Among the issues to which Bhattacharya alludes are rises in child abuse, depression, and divorce rates. Not to mention the large swaths of the American economy that have been decimated, and countless small businesses that will never reopen.

Many of the pandemic restrictions didn't "actually have any effect on slowing the pandemic or protecting people," Bhattacharya asserted. "They were just indiscriminate closures that essentially protected the 'Zoom class' — the people who could afford to stay at home — while exposing the working class, other poor people and the vulnerable." 

The U.S. should have targeted its mitigation efforts more precisely to protect the most vulnerable, primarily the elderly and those with certain underlying medical conditions, Bhattacharya argues. It was initially believed that "lockdowns would protect our older people," he said, but it should have been apparent early on that "they didn't." 

Beyond mask mandates (which he has previously said do not work to slow the spread of the disease) and restaurant closures, though, Bhattacharya says that the "single biggest problem" America is going to see as a result of a year of lockdowns "is the harm to children." 

"There's one estimate that the closure of schools will cause almost five and a half million life years lost to our children," he said. "That's because, if you're less well-educated, you live a less healthy life, you live a less long life, it has this ripple effect that lasts forever."

According to Bhattacharya, the U.S. will likely have to come up with an entirely new set of policy solutions to counteract the setbacks that American schoolchildren have suffered over the past year — especially the disproportionately negative effects on children from middle class or lower-income homes. 

"The inequality is mind-boggling," Bhattacharya said. "If you're richer, you can afford to send your kids to private schools, which tend to be open ... but if you're poor, or even if you're just middle-class, and you send your kids to public schools, your kids have not been in school." 

The CDC study, released on March 5, found that mask mandates were associated with decreases in daily coronavirus case and death rates and that reopening of restaurants for in-person dining was associated with increases in daily coronavirus case and death rates.

The size of these positive effects, however, was small — a finding which the study authors downplay in their summary.
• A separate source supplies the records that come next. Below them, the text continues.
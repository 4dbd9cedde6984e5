/** A sentence about what was just done, announced to those who hear the page. */
export function NoticeBar({ notice }: { notice: { text: string; tone: "done" | "caution" } | null }) {
  return (
    <div role="status" aria-live="polite" className="no-print">
      {notice ? (
        <p className={`mx-auto mt-3 max-w-[90rem] px-7`}>
          <span className={`block rounded-md px-3.5 py-2 ${notice.tone === "done" ? "bg-green-bg text-green" : "bg-straw-bg text-straw"}`}>{notice.text}</span>
        </p>
      ) : null}
    </div>
  );
}
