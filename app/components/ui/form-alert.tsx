import { Icon } from "./icon.tsx";

/** What is wrong with the whole form, in a sentence; nothing while nothing is. */
export function FormAlert({ errors, id }: { errors?: readonly string[] | null; id?: string }) {
  if (!errors?.length) return null;
  return (
    <div id={id} role="alert" tabIndex={-1} className="mb-4 flex gap-2.5 rounded-md border border-red bg-red-bg px-3.5 py-2.5 font-medium text-red">
      <span className="pt-0.5">
        <Icon name="alert" />
      </span>
      <div className="grid min-w-0 gap-1">
        {errors.map((error) => (
          <p key={error}>{error}</p>
        ))}
      </div>
    </div>
  );
}
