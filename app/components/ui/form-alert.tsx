/** What is wrong with the whole form, in a sentence; nothing while nothing is. */
export function FormAlert({ errors, id }: { errors?: readonly string[] | null; id?: string }) {
  if (!errors?.length) return null;
  return (
    <div id={id} role="alert" tabIndex={-1} className="mb-4 rounded-md border-l-4 border-red bg-red-bg px-3.5 py-2.5 text-red">
      {errors.map((error) => (
        <p key={error}>{error}</p>
      ))}
    </div>
  );
}
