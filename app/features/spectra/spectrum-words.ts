import type { MeasuredSpectrum, XUnit, YUnit } from "#app/gemmology/spectrum/measured-spectrum.ts";

export const xUnitNames: Readonly<Record<XUnit, string>> = { nm: "Wavelength, nm", um: "Wavelength, µm", "1/cm": "Wavenumber, cm⁻¹" };
export const xUnitSigns: Readonly<Record<XUnit, string>> = { nm: "nm", um: "µm", "1/cm": "cm⁻¹" };
export const yUnitNames: Readonly<Record<YUnit, string>> = { absorbance: "Absorbance", transmittance: "Transmittance", reflectance: "Reflectance", arbitrary: "Arbitrary units" };
export const formatNames: Readonly<Record<MeasuredSpectrum["format"], string>> = { jcampDx: "JCAMP-DX", twoColumns: "Two columns" };
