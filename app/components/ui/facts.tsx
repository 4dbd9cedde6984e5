/** Pairs of a name and what is so, as a definition list. Empty values are left out. */
export function Facts({ rows, className = "" }: { rows: ReadonlyArray<{ name: string; value: React.ReactNode; isMono?: boolean }>; className?: string }) {
  const shown = rows.filter(({ value }) => value !== null && value !== undefined && value !== "");
  return (
    <dl className={`grid grid-cols-[minmax(7rem,auto)_1fr] gap-x-4 gap-y-1.5 ${className}`}>
      {shown.map(({ name, value, isMono }) => (
        <div key={name} className="contents">
          <dt className="text-ink-3">{name}</dt>
          <dd className={`min-w-0 break-words ${isMono ? "font-mono" : ""}`}>{value}</dd>
        </div>
      ))}
    </dl>
  );
}
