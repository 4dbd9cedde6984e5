import { Link, useSearchParams } from "react-router";

type TableProps = { caption: string; isCaptionShown?: boolean; children: React.ReactNode; className?: string };

/** A table that scrolls sideways in its own frame where the screen is narrow. */
export function Table({ caption, isCaptionShown = false, children, className = "" }: TableProps) {
  return (
    <div className="overflow-x-auto" tabIndex={0} role="region" aria-label={caption}>
      <table className={`w-full border-collapse text-left ${className}`}>
        <caption className={isCaptionShown ? "px-4.5 py-2 text-left text-ink-3" : "sr-only"}>{caption}</caption>
        {children}
      </table>
    </div>
  );
}

type CellProps = { isNumber?: boolean; children?: React.ReactNode; className?: string };

export function HeaderCell({ isNumber, children, className = "" }: CellProps) {
  return (
    <th scope="col" className={`px-4.5 pt-2 pb-1.5 text-[12px] font-semibold whitespace-nowrap text-ink-3 ${isNumber ? "text-right" : ""} ${className}`}>
      {children}
    </th>
  );
}

/** A column heading that sorts by changing the URL. */
export function SortHeaderCell({ sortKey, defaultDirection = "desc", isNumber, children }: CellProps & { sortKey: string; defaultDirection?: "asc" | "desc" }) {
  const [params] = useSearchParams();
  const isCurrent = params.get("sort") === sortKey;
  const direction = isCurrent ? (params.get("direction") ?? defaultDirection) : null;
  const next = new URLSearchParams(params);
  next.set("sort", sortKey);
  next.set("direction", direction === defaultDirection ? (defaultDirection === "desc" ? "asc" : "desc") : defaultDirection);
  for (const cursor of ["after", "before"]) next.delete(cursor);
  return (
    <th scope="col" aria-sort={direction === "asc" ? "ascending" : direction === "desc" ? "descending" : undefined} className={`px-4.5 pt-2 pb-1.5 text-[12px] font-semibold whitespace-nowrap text-ink-3 ${isNumber ? "text-right" : ""}`}>
      <Link to={`?${next}`} preventScrollReset className="text-ink-2 no-underline hover:underline">
        {children}
        <span aria-hidden="true">{direction === "asc" ? " ↑" : direction === "desc" ? " ↓" : ""}</span>
      </Link>
    </th>
  );
}

export function Cell({ isNumber, children, className = "" }: CellProps) {
  return <td className={`border-t border-rule px-4.5 py-2 align-top ${isNumber ? "text-right font-mono whitespace-nowrap" : ""} ${className}`}>{children}</td>;
}

/** The cell that names its row, with the row's link. */
export function RowHeaderCell({ to, children, isMono = false }: { to: string; children: React.ReactNode; isMono?: boolean }) {
  return (
    <th scope="row" className={`border-t border-rule px-4.5 py-2 align-top font-normal whitespace-nowrap ${isMono ? "font-mono" : ""}`}>
      <Link to={to} className="text-ink underline decoration-rule-2 hover:decoration-tint">
        {children}
      </Link>
    </th>
  );
}
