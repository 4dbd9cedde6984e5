import { and, eq } from "drizzle-orm";
import { clients, invoices, laboratories } from "#app/db/schema/index.ts";
import type { InvoiceId } from "#app/domain/ids.ts";
import { formatMoney } from "#app/domain/money/format-money.ts";
import { paymentReceivedEmail } from "#app/emails/payment-received-email.ts";
import type { LabScope } from "#app/features/lab-context.ts";
import { queueMail } from "#app/features/mail/queue-mail.server.ts";

/** The receipt of a paid invoice, to the client's address if there is one. */
export async function queuePaymentReceipt(scope: LabScope, invoiceId: InvoiceId): Promise<void> {
  const { db, laboratoryId } = scope;
  const [invoice] = await db
    .select({
      number: invoices.number,
      totalMinor: invoices.totalMinor,
      currency: invoices.currency,
      payToken: invoices.payToken,
      clientName: clients.name,
      clientEmail: clients.email,
      laboratoryName: laboratories.name,
    })
    .from(invoices)
    .innerJoin(clients, and(eq(clients.laboratoryId, invoices.laboratoryId), eq(clients.id, invoices.clientId)))
    .innerJoin(laboratories, eq(laboratories.id, invoices.laboratoryId))
    .where(and(eq(invoices.laboratoryId, laboratoryId), eq(invoices.id, invoiceId)));
  if (!invoice?.clientEmail) return;
  await queueMail(scope, {
    laboratoryId,
    to: { address: invoice.clientEmail, name: invoice.clientName },
    kind: "paymentReceived",
    dedupeKey: `payment-received:${invoiceId}`,
    message: paymentReceivedEmail({
      laboratoryName: invoice.laboratoryName,
      recipientName: invoice.clientName,
      invoiceNumber: invoice.number,
      total: formatMoney({ amountMinor: invoice.totalMinor, currency: invoice.currency }),
      url: `${scope.services.publicOrigin}/pay/${invoice.payToken}`,
    }),
  });
}
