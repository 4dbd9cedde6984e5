type Message = { id: string; to: string[]; subject: string; text: string };

/** The first letter to an address whose subject fits, as soon as it has come. */
export async function letterTo(mailboxUrl: string, { to, subject }: { to: string; subject: RegExp }): Promise<Message> {
  const deadline = Date.now() + 20_000;
  for (;;) {
    const messages = (await (await fetch(`${mailboxUrl}/messages.json?to=${encodeURIComponent(to)}`)).json()) as Message[];
    const found = messages.find((message) => subject.test(message.subject));
    if (found) return found;
    if (Date.now() > deadline) throw new Error(`No letter to ${to} about ${subject}; there are: ${messages.map((message) => message.subject).join(" | ")}`);
    await new Promise((resolve) => setTimeout(resolve, 100));
  }
}

/** The address in a letter that begins with a path of ours. */
export function linkIn({ text }: Message, pathStart: string): string {
  const found = [...text.matchAll(/https?:\/\/\S+/g)].map(([link]) => link.replace(/[.,)]+$/, "")).find((link) => new URL(link).pathname.startsWith(pathStart));
  if (!found) throw new Error(`No link to ${pathStart} in:\n${text}`);
  return found;
}
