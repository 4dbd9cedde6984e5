import { describedBy, FieldFrame, inputLook, type FieldFrameProps } from "./field-frame.tsx";

type TextFieldProps = FieldFrameProps &
  Omit<React.ComponentProps<"input">, "id" | "children" | "className"> & {
    name: string;
    /** Measured values and codes are typed in the typewriter face. */
    isMono?: boolean;
  };

/** One line. Numbers are typed as text with `inputMode="decimal"`, so that a decimal comma is kept and understood. */
export function TextField({ id, label, unit, hint, errors, isRequired = true, isMono = false, className, ...input }: TextFieldProps) {
  return (
    <FieldFrame {...{ id, label, unit, hint, errors, isRequired, className }}>
      <input id={id} type="text" {...input} {...describedBy({ id, hint, errors })} className={`${inputLook} ${isMono ? "font-mono" : ""}`} />
    </FieldFrame>
  );
}

type TextAreaProps = FieldFrameProps & Omit<React.ComponentProps<"textarea">, "id" | "className"> & { name: string };

export function TextAreaField({ id, label, unit, hint, errors, isRequired = true, className, ...input }: TextAreaProps) {
  return (
    <FieldFrame {...{ id, label, unit, hint, errors, isRequired, className }}>
      <textarea id={id} rows={3} {...input} {...describedBy({ id, hint, errors })} className={inputLook} />
    </FieldFrame>
  );
}
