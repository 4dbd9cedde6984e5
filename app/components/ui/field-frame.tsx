export type FieldFrameProps = {
  id: string;
  label: string;
  /** Beside the label: "ct", "°C", "n". */
  unit?: string;
  hint?: React.ReactNode;
  errors?: readonly string[];
  isRequired?: boolean;
  className?: string;
};

/** Label, hint and messages of one field, tied together for those who hear the page. */
export function FieldFrame({ id, label, unit, hint, errors, isRequired, className = "", children }: FieldFrameProps & { children: React.ReactNode }) {
  return (
    <div className={`min-w-0 ${className}`}>
      <label htmlFor={id} className="mb-1 block text-[12.5px] font-semibold text-ink-2">
        {label}
        {unit ? <span className="font-normal text-ink-3">, {unit}</span> : null}
        {isRequired ? null : <span className="font-normal text-ink-3"> (optional)</span>}
      </label>
      {children}
      <FieldNotes id={id} hint={hint} errors={errors} />
    </div>
  );
}

export function FieldNotes({ id, hint, errors }: Pick<FieldFrameProps, "id" | "hint" | "errors">) {
  return (
    <>
      {errors?.length ? (
        <ul id={`${id}-error`} className="mt-1 list-none text-[13px] text-red">
          {errors.map((error) => (
            <li key={error}>{error}</li>
          ))}
        </ul>
      ) : null}
      {hint ? (
        <p id={`${id}-hint`} className="mt-1 text-[12.5px] text-ink-3">
          {hint}
        </p>
      ) : null}
    </>
  );
}

/** The attributes that tie an input to its messages. */
export function describedBy({ id, hint, errors }: Pick<FieldFrameProps, "id" | "hint" | "errors">) {
  const ids = [errors?.length ? `${id}-error` : "", hint ? `${id}-hint` : ""].filter(Boolean).join(" ");
  return { "aria-invalid": errors?.length ? true : undefined, "aria-describedby": ids || undefined } as const;
}

export const inputLook =
  "block w-full min-h-9 rounded-md border border-rule-2 bg-sheet px-2.5 py-1.5 text-ink placeholder:text-ink-3 aria-invalid:border-red focus-visible:outline-offset-0 disabled:opacity-60";
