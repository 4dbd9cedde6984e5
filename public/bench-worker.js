// Lets the pages of stones on the bench open without the line. Nothing but those pages, and the files they are made of,
// is kept; all of it goes when somebody signs out, and pages after twelve hours.
const pages = "bench-pages-1";
const files = "bench-files-1";
const keptForMs = 12 * 60 * 60 * 1000;
const benchPath = /^\/lab\/[^/]+\/stones\/[^/]+$/;
const isFile = ({ pathname }) => pathname.startsWith("/assets/") || pathname.startsWith("/species-table/") || pathname === "/favicon.svg" || pathname === "/favicon.ico";
const isPhoto = ({ pathname }) => /^\/lab\/[^/]+\/photos\//.test(pathname);

self.addEventListener("install", () => self.skipWaiting());
self.addEventListener("activate", (event) => {
  event.waitUntil(
    (async () => {
      for (const name of await caches.keys()) if (name.startsWith("bench-") && name !== pages && name !== files) await caches.delete(name);
      await self.clients.claim();
    })(),
  );
});

self.addEventListener("message", (event) => {
  const { keep } = event.data ?? {};
  if (Array.isArray(keep)) event.waitUntil(keepAll(keep.filter((url) => typeof url === "string")));
});

self.addEventListener("fetch", (event) => {
  const { request } = event;
  const url = new URL(request.url);
  if (url.origin !== self.location.origin) return;
  if (request.method === "POST" && url.pathname === "/sign-out") event.waitUntil(forget());
  if (request.method !== "GET") return;
  if (isFile(url)) event.respondWith(fileFirst(request));
  else if (isPhoto(url)) event.respondWith(lineFirst(request, url.pathname + url.search));
  else if (request.mode === "navigate" && url.pathname.startsWith("/lab/")) event.respondWith(pageOf(request, url));
});

async function keepAll(urls) {
  for (const address of new Set(urls)) {
    const url = new URL(address, self.location.origin);
    if (url.origin !== self.location.origin) continue;
    try {
      if (isFile(url)) await fileFirst(new Request(url));
      else if (isPhoto(url)) await lineFirst(new Request(url), url.pathname + url.search);
      else if (benchPath.test(url.pathname)) await keepPage(await fetch(url, { credentials: "same-origin", headers: { Accept: "text/html" } }), url);
    } catch {
      // Kept another time.
    }
  }
}

async function fileFirst(request) {
  const kept = await caches.match(request, { cacheName: files });
  if (kept) return kept;
  const response = await fetch(request);
  if (response.ok) await (await caches.open(files)).put(request, response.clone());
  return response;
}

async function lineFirst(request, key) {
  try {
    const response = await fetch(request);
    if (response.ok) await (await caches.open(pages)).put(key, response.clone());
    return response;
  } catch (error) {
    const kept = await caches.match(key, { cacheName: pages });
    if (kept) return kept;
    throw error;
  }
}

async function keepPage(response, url) {
  if (response.ok && !response.redirected && (response.headers.get("Content-Type") ?? "").startsWith("text/html")) {
    await (await caches.open(pages)).put(url.pathname, response.clone());
  }
  return response;
}

async function pageOf(request, url) {
  try {
    const response = await fetch(request);
    return benchPath.test(url.pathname) ? await keepPage(response, url) : response;
  } catch {
    const kept = await caches.match(url.pathname, { cacheName: pages });
    if (kept && Date.now() - new Date(kept.headers.get("Date") ?? 0).getTime() < keptForMs) return kept;
    return offlinePage();
  }
}

async function forget() {
  await caches.delete(pages);
  await new Promise((resolve) => {
    const opening = indexedDB.open("isogyre-bench");
    opening.onerror = resolve;
    opening.onsuccess = () => {
      const db = opening.result;
      if (!db.objectStoreNames.contains("pages")) return resolve(db.close());
      const write = db.transaction("pages", "readwrite");
      write.objectStore("pages").clear();
      write.oncomplete = write.onabort = () => resolve(db.close());
    };
    // Not made by us: the page makes the store, with its shape.
    opening.onupgradeneeded = () => opening.transaction.abort();
  });
}

async function offlinePage() {
  const kept = [];
  for (const request of await (await caches.open(pages)).keys()) {
    const { pathname } = new URL(request.url);
    if (benchPath.test(pathname)) kept.push(pathname);
  }
  const items = kept.map((path) => `<li><a href="${encodeURI(path)}">${escapeText(path.split("/").at(-1))}</a></li>`).join("");
  const body = `<!doctype html><html lang="en"><head><meta charset="utf-8"><meta name="viewport" content="width=device-width, initial-scale=1"><title>No line · Isogyre</title></head><body><h1>No line</h1><p>This page needs the line. ${kept.length > 0 ? "These stones open without it; what you record there waits on this device and is sent when the line is back." : "No stone's page is kept on this device yet: open one while there is a line."}</p><ul>${items}</ul></body></html>`;
  return new Response(body, { status: 503, headers: { "Content-Type": "text/html; charset=utf-8", "Content-Security-Policy": "default-src 'none'", "Cache-Control": "no-store" } });
}

const escapeText = (text) => text.replace(/[&<>"]/g, (mark) => ({ "&": "&amp;", "<": "&lt;", ">": "&gt;", '"': "&quot;" })[mark]);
Mask mandates were associated with decreases in daily COVID case growth rates and daily death growth rates of just 1.8% and 1.9%, respectively, 81-100 days after mandate implementation. Reopening restaurants for in-person dining, meanwhile, was associated with increases in daily case and death growth rates of, respectively, 1.1% and 3% after 81-100 days.

The study used models that accounted for state mask mandates, the closures of restaurants and bars, and stay-at-home orders. It did not, however, account for any other form of coronavirus policy (including distancing orders and locality-specific orders), or other factors, including seasonal changes, and population structure. 

"The study is flawed because it doesn't account for seasonality, position along the epi curve, the age or morbidity structure of the population, or lots of other things," wrote Robert Wright, of the American Institute for Economic Research, in an article for the think tank's website. "Even with simplifying assumptions biasing the results in the desired direction, the difference the researchers find, even at the upper end of their estimate, is on the order of a few percent." 

Neither Fauci nor his office has responded to a request for comment for this article.